(Saved data entries)

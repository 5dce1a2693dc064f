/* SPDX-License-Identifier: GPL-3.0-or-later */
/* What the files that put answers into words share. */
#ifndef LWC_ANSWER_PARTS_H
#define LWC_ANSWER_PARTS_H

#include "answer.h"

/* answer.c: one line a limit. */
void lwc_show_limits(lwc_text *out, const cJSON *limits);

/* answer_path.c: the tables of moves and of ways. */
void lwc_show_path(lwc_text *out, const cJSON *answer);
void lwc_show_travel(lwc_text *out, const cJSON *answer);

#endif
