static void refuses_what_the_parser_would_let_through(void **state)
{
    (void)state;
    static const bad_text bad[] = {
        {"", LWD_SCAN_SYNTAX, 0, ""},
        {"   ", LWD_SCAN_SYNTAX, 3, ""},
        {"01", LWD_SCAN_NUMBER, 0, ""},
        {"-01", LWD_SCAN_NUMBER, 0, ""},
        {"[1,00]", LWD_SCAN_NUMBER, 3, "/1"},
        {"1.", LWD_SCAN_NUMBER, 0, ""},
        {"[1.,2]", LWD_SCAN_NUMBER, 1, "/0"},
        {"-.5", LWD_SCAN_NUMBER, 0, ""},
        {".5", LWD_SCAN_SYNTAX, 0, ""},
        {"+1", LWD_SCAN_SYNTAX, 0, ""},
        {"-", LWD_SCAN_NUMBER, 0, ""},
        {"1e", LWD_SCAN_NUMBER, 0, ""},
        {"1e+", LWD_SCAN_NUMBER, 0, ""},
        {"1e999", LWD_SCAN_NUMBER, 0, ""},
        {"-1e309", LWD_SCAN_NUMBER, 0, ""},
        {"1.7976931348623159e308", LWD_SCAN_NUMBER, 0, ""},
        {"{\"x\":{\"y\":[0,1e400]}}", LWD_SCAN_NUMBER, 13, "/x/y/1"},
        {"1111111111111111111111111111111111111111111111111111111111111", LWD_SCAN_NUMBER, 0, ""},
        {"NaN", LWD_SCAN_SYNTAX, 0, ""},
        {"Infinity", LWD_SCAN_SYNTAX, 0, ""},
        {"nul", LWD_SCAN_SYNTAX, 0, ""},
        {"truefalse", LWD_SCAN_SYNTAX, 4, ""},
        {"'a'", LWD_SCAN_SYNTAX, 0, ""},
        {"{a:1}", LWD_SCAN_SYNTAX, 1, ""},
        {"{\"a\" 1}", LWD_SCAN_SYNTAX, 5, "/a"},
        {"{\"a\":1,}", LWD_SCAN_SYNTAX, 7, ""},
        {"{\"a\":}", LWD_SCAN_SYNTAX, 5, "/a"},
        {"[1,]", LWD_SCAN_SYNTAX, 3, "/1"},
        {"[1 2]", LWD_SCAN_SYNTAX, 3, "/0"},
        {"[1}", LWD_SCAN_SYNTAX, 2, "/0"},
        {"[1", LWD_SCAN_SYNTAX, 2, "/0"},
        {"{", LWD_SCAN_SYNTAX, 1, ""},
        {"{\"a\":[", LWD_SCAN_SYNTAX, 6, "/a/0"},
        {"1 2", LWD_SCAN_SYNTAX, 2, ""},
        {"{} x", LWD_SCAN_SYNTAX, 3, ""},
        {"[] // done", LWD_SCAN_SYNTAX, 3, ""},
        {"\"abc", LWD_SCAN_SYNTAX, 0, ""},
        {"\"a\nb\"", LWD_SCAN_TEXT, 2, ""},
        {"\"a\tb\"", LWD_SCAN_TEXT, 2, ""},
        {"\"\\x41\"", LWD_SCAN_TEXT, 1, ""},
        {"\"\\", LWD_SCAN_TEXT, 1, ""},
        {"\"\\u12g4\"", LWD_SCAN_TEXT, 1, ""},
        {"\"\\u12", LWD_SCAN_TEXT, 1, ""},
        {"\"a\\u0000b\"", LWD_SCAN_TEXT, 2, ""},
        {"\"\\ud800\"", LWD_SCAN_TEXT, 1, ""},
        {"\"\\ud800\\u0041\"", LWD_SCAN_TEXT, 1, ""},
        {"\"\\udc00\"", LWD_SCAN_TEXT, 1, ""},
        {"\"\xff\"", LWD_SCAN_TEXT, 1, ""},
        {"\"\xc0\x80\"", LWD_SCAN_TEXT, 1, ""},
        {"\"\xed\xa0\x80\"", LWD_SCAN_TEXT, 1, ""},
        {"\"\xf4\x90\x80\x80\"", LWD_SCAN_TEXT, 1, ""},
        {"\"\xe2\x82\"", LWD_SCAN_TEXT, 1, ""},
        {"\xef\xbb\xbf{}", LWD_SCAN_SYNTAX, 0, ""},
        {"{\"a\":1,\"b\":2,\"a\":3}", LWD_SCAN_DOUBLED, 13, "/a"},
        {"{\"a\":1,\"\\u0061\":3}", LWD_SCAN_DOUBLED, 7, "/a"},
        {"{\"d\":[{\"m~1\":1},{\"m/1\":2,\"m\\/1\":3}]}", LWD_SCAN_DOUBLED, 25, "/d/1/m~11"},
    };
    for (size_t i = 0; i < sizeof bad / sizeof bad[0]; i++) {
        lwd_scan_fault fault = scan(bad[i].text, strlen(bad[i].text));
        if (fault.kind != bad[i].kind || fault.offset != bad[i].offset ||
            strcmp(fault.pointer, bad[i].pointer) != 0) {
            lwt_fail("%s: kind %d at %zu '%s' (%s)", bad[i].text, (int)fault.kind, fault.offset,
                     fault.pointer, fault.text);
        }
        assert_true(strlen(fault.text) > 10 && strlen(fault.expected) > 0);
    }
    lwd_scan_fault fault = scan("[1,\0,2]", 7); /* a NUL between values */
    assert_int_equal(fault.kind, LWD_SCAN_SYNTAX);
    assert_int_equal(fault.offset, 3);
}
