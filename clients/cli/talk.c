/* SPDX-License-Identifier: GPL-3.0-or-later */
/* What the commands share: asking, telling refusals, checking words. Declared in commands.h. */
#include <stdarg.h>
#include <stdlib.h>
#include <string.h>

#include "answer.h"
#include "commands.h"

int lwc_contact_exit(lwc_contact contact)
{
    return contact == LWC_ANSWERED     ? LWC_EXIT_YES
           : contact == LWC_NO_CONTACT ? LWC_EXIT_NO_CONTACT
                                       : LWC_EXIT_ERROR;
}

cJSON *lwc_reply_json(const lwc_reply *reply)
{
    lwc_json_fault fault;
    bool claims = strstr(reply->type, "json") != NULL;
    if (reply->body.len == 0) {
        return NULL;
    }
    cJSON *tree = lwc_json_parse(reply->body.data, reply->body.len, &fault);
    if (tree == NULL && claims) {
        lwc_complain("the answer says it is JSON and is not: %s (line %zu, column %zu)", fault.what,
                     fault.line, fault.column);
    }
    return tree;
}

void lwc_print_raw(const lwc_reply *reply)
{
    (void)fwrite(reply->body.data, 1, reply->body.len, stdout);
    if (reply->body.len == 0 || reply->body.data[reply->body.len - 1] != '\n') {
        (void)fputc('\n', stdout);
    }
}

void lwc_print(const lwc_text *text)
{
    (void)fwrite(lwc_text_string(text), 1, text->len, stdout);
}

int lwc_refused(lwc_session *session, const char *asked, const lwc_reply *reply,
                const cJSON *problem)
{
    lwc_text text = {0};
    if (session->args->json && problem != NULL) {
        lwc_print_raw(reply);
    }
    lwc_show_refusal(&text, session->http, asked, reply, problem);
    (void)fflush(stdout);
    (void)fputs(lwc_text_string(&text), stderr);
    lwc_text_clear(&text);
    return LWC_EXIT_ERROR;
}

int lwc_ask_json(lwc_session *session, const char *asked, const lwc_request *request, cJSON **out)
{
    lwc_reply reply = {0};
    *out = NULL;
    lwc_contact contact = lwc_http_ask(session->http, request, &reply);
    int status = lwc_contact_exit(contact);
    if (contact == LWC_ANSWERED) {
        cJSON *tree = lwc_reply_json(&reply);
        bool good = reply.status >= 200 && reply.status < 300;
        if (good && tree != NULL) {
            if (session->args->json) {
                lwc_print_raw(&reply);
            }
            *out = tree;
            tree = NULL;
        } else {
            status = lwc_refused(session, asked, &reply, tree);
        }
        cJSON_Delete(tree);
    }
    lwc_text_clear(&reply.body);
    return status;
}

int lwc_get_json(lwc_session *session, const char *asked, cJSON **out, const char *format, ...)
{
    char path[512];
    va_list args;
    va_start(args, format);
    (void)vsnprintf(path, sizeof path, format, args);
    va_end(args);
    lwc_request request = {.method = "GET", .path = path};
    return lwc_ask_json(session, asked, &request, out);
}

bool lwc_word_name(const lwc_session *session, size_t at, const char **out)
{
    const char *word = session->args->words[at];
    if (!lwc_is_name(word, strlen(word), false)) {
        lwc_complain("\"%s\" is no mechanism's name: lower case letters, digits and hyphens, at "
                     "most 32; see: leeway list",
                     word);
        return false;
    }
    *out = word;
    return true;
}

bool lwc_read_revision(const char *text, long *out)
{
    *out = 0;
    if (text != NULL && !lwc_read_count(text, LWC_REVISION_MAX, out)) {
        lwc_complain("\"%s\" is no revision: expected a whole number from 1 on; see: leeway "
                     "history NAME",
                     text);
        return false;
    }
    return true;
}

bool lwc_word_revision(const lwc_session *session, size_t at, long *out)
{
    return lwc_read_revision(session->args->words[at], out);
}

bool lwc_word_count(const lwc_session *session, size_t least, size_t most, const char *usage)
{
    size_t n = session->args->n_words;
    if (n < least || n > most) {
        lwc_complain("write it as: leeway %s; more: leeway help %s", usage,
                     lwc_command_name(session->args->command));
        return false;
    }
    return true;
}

...

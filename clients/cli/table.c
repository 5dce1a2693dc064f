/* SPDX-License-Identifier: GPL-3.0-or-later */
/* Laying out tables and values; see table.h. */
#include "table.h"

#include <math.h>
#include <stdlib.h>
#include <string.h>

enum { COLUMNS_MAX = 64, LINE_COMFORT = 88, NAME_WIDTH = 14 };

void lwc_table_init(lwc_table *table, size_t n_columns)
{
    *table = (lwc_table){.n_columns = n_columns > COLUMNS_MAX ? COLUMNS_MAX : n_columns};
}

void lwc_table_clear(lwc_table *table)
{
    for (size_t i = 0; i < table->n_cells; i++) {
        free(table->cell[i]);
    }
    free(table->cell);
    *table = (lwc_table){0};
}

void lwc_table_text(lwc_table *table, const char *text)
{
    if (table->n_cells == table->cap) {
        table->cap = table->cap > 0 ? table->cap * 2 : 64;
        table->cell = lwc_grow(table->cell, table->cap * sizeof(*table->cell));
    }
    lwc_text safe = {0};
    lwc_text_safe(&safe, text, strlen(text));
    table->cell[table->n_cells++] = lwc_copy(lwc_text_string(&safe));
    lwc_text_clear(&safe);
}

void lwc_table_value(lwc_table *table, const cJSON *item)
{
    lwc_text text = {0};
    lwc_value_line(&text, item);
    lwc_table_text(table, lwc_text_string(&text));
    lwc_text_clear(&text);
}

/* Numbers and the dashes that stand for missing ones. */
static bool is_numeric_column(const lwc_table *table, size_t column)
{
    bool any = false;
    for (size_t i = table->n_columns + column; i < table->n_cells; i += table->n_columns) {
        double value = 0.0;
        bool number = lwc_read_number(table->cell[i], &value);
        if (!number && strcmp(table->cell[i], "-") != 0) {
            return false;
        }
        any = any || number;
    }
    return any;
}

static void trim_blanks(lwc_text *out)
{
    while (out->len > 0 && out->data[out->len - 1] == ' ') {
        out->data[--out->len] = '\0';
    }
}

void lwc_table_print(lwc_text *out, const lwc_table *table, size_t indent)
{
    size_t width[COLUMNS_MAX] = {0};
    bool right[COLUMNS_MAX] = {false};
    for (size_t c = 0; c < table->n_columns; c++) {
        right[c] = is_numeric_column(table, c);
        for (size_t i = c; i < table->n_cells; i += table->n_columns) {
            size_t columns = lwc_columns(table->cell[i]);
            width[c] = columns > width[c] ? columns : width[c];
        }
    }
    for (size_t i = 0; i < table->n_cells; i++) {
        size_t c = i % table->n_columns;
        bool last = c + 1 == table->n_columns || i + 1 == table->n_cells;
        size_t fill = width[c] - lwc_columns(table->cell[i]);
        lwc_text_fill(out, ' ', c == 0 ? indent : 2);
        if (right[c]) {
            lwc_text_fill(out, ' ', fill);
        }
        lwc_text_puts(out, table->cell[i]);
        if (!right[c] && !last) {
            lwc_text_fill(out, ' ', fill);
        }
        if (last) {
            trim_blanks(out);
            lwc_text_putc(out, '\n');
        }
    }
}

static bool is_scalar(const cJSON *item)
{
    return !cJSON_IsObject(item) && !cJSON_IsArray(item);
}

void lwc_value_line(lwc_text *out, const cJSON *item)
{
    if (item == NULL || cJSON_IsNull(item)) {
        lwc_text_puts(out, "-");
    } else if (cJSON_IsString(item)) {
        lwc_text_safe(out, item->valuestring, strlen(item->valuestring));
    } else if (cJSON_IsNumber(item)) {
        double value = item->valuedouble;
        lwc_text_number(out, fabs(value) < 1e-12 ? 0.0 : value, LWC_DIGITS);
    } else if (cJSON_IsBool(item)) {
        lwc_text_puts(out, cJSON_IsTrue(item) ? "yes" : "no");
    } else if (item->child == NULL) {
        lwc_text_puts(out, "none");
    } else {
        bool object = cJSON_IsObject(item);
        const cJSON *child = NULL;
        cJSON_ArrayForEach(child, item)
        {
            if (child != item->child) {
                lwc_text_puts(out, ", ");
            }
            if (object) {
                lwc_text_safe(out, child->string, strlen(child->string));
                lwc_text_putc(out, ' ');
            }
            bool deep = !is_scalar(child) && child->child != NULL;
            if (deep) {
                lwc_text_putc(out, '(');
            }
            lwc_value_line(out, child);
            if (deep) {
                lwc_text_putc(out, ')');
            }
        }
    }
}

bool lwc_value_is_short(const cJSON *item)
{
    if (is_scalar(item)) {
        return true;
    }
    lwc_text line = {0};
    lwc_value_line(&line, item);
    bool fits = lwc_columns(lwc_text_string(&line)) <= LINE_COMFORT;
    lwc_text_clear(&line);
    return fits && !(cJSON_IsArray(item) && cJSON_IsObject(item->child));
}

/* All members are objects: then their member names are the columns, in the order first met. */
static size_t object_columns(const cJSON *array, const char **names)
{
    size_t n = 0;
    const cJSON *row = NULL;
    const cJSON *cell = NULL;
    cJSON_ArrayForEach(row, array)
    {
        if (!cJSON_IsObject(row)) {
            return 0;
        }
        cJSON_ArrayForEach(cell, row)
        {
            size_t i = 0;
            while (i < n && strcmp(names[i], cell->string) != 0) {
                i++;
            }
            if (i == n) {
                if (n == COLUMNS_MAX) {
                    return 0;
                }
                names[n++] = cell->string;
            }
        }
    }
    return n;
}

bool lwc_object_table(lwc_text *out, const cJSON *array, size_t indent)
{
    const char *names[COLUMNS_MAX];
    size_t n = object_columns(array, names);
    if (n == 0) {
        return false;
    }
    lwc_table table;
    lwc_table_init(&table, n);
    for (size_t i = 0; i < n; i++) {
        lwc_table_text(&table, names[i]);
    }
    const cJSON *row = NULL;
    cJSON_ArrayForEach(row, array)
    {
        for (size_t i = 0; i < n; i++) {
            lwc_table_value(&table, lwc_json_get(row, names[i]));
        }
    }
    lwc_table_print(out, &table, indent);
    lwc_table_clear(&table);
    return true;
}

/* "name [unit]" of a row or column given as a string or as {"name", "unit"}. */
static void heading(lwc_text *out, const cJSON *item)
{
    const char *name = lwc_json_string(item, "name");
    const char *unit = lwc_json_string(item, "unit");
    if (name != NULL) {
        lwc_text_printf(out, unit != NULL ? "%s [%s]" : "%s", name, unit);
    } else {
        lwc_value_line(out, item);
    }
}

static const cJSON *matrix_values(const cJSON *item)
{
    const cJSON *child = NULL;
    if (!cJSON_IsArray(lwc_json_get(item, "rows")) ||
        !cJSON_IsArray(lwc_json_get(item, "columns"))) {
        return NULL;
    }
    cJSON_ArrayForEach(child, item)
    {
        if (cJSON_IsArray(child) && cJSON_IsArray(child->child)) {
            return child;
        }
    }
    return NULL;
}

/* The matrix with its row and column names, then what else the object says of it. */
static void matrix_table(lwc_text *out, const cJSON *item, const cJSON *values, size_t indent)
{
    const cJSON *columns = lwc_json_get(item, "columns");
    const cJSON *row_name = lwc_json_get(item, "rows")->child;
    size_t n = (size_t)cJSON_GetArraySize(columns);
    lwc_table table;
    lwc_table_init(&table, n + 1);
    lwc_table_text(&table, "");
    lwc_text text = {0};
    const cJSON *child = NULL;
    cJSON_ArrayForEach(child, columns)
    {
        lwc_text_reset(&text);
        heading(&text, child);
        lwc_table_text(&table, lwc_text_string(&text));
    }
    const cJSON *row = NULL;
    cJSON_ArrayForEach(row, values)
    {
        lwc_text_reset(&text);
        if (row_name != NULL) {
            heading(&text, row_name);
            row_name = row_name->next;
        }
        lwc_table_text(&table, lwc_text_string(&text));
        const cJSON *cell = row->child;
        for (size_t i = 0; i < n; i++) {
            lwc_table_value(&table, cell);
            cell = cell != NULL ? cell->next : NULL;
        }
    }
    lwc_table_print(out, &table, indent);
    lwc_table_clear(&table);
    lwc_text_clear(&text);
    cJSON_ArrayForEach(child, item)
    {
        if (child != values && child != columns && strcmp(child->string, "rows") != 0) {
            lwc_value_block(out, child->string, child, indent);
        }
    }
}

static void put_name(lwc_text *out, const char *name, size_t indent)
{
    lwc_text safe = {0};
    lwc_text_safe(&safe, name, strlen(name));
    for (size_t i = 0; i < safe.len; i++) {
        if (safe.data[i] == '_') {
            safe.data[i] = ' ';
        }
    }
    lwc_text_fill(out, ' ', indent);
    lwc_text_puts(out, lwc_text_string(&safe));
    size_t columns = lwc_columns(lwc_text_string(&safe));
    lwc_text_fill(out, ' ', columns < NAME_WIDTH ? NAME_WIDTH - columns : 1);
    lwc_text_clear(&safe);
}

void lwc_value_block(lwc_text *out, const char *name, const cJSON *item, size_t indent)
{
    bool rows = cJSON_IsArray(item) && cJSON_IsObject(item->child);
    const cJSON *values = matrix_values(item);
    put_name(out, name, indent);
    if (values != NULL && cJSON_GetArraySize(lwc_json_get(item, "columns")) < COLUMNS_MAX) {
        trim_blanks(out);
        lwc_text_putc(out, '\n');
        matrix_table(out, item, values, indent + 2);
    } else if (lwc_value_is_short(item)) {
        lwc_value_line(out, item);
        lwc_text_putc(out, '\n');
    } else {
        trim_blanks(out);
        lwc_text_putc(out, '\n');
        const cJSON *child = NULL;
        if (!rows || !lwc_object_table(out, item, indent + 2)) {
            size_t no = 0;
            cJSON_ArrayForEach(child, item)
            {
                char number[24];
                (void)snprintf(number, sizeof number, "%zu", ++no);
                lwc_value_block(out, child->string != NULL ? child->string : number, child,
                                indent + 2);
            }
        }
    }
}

==

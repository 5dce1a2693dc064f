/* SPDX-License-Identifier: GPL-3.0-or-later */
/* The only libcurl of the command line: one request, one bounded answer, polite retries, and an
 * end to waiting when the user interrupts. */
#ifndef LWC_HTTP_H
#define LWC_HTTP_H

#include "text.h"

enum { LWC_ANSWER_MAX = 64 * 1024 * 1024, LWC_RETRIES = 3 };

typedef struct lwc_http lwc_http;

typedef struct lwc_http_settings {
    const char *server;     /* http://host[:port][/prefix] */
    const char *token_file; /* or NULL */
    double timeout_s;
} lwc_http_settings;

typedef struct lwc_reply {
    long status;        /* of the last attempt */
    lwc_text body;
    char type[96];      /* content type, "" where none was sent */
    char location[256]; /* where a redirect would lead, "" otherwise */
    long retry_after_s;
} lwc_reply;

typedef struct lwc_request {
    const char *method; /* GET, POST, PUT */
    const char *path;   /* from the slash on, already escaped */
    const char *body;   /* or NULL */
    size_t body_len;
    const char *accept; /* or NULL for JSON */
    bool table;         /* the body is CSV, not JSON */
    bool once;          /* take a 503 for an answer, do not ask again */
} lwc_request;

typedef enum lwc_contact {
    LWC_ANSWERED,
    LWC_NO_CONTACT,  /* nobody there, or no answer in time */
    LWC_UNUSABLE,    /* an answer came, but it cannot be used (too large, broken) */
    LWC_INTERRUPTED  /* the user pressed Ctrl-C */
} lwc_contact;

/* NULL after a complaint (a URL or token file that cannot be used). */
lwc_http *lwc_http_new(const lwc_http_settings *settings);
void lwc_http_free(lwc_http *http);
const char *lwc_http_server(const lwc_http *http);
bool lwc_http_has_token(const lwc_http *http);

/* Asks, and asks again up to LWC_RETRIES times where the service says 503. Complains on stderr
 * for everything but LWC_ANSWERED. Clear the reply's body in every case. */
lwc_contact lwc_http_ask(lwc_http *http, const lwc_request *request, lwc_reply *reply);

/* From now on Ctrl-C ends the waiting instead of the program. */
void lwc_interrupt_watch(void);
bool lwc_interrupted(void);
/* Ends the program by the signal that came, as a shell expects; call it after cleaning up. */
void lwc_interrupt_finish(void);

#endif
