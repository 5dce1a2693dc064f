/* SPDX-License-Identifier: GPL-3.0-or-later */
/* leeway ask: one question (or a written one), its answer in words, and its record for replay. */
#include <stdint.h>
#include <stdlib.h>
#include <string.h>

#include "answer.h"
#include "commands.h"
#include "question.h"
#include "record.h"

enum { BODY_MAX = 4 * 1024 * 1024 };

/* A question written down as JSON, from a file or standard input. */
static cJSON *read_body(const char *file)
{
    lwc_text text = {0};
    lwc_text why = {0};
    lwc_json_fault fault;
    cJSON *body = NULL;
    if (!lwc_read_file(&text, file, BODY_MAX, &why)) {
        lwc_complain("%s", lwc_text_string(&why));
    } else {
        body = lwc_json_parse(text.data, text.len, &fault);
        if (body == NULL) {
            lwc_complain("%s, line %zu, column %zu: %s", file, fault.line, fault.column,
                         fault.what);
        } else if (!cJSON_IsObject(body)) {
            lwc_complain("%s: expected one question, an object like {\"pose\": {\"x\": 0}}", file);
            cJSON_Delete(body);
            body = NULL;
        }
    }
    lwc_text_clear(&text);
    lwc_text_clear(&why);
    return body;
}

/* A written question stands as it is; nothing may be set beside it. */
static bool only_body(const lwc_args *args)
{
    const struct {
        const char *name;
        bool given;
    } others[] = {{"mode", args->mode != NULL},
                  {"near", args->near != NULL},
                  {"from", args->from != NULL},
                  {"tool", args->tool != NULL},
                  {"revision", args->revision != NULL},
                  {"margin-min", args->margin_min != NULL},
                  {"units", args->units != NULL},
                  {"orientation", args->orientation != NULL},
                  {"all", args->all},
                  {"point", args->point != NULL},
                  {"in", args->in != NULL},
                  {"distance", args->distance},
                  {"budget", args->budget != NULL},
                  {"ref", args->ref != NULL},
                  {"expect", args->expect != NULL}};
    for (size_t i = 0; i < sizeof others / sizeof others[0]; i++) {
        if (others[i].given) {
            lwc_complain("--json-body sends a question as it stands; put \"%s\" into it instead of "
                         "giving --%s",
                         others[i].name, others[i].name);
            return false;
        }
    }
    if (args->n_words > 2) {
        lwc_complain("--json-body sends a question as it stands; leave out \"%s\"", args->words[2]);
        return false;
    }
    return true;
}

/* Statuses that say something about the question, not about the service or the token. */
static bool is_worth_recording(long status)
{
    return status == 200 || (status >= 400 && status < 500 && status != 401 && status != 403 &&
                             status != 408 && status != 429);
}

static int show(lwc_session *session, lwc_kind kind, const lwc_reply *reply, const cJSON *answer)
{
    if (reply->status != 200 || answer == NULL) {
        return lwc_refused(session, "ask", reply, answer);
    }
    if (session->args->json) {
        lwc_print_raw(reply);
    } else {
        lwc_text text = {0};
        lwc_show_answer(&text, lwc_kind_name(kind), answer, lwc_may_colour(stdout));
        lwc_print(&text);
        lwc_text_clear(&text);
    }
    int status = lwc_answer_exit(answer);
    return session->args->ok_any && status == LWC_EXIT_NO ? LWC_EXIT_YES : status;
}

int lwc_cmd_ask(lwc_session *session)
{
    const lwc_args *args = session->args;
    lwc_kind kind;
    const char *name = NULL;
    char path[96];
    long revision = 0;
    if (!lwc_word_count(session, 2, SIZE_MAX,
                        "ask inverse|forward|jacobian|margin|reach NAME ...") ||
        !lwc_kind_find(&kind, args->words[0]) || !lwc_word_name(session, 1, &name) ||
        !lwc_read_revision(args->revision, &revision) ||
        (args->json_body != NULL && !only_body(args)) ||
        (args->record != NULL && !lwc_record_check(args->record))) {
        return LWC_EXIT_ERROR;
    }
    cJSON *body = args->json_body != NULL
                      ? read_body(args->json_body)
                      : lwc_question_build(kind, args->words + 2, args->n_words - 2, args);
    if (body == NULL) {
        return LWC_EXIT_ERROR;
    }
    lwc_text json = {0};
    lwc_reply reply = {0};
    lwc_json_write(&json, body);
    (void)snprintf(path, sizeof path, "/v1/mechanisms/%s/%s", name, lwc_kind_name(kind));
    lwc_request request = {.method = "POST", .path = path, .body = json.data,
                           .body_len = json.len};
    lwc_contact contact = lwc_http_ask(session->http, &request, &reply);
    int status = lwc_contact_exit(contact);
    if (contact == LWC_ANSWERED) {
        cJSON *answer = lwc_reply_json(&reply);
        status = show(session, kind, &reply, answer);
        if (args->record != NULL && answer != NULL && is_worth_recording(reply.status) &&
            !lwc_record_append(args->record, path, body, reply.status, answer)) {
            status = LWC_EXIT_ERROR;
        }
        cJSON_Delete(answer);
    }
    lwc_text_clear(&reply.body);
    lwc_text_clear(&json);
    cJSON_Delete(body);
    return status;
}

Work order ▸
Which lines above include the word "next"? Return each one.

Answer for the task ▸
            row_name = row_name->next;
            cell = cell != NULL ? cell->next : NULL;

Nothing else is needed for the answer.